After the above scale command the get pods command will report something like:
$ kubectl get pods` NAME READY STATUS RESTARTS AGE` hsds-755cc5db65-dqc8g 2/2 Running 0 5m` hsds-755cc5db65-fjtdb 2/2 Running 0 1m` hsds-755cc5db65-q58j2 2/2 Running 0 1m` hsds-755cc5db65-txbmb 2/2 Running 0 1m`
What happens if the cluster doesn’t have resources (CPU or memory) to schedule the new pods? In this case, the “STATUS” column will show “Pending” until either more capacity is added (i.e. additional machines are added to the cluster), or additional resources are made available (say another deployment is terminated). In either case as pods transition to the RUNNING state, the SN containers will see them and incorporate the new containers into the DN dispatching logic.

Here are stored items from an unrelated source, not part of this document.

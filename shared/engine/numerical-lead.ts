/**
 * A lead of any cross-section given by its unit cell (docs/physics-model.md,
 * "Numerical leads"): self-energy, its derivative, thresholds and the flux-normalised
 * open channels, all from the modes of numerical-lead-modes.ts with the retarded
 * choice (and its continuation) of numerical-lead-sheet.ts.
 *
 * Below, H1 is the block H[cell k, cell k+1] (forwardHopping: the adjoint of the cell's
 * own h1 = H[cell k+1, cell k]). With F = Φ Λ Φ⁻¹ the transfer matrix of the n chosen modes (ψ_{j+1} = F ψ_j), taken
 * from the leading Schur vectors as F = Z21·Z11⁻¹, the surface Green function of the
 * semi-infinite lead and the self-energy on the M mouth sites are
 *   g(z) = (z − H0 − H1·F)⁻¹,   Σ(z) = V†·g·V,
 * V[r, p] = H[site r of lead cell 0, mouth site p]. Since F = g·H1† (the matrix form of
 * the mode equation), g⁻¹ = z − H0 − H1 g H1†, and differentiating,
 *   dg/dz − (gH1)·(dg/dz)·(H1†g) = −g²,   dΣ/dz = V†·(dg/dz)·V,
 * a Stein equation solved through the Schur forms of gH1 and H1†g (Bartels & Stewart,
 * Comm. ACM 15 (1972) 820; Golub & Van Loan §7.6.3).
 * Energies in meV (the cell's units).
 */
import { complexSchur, reorderSchur } from './complex-schur';
import { conjugateTranspose, denseLu, denseLuSolve, denseMultiply } from './dense-solve';
import { leadBandEdges, pieceThresholds, type BandEdge } from './numerical-lead-bands';
import { forwardHopping, realModesKept, type LeadCellBlocks } from './numerical-lead-modes';
import { retardedChoice, type LeadPiece, type RetardedChoice } from './numerical-lead-sheet';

Finally, what about the rangeget container that we saw in the Docker deployment? Since singleton objects don’t fit very well in the Kubernetes architecture, we just do without the rangeget proxy. The lack of the rangeget doesn’t change anything functionally, but could have some impact on performance if HSDS is used to for reading HDF5 files with many small chunks. If that’s the case for your deployment, you may want to rechunk your HDF5 files to use a larger chunk size or just stick with Docker deployments.
As always, let us know if this has raised additional questions, otherwise I hope it’s clarified some things that may have seemed confusing before.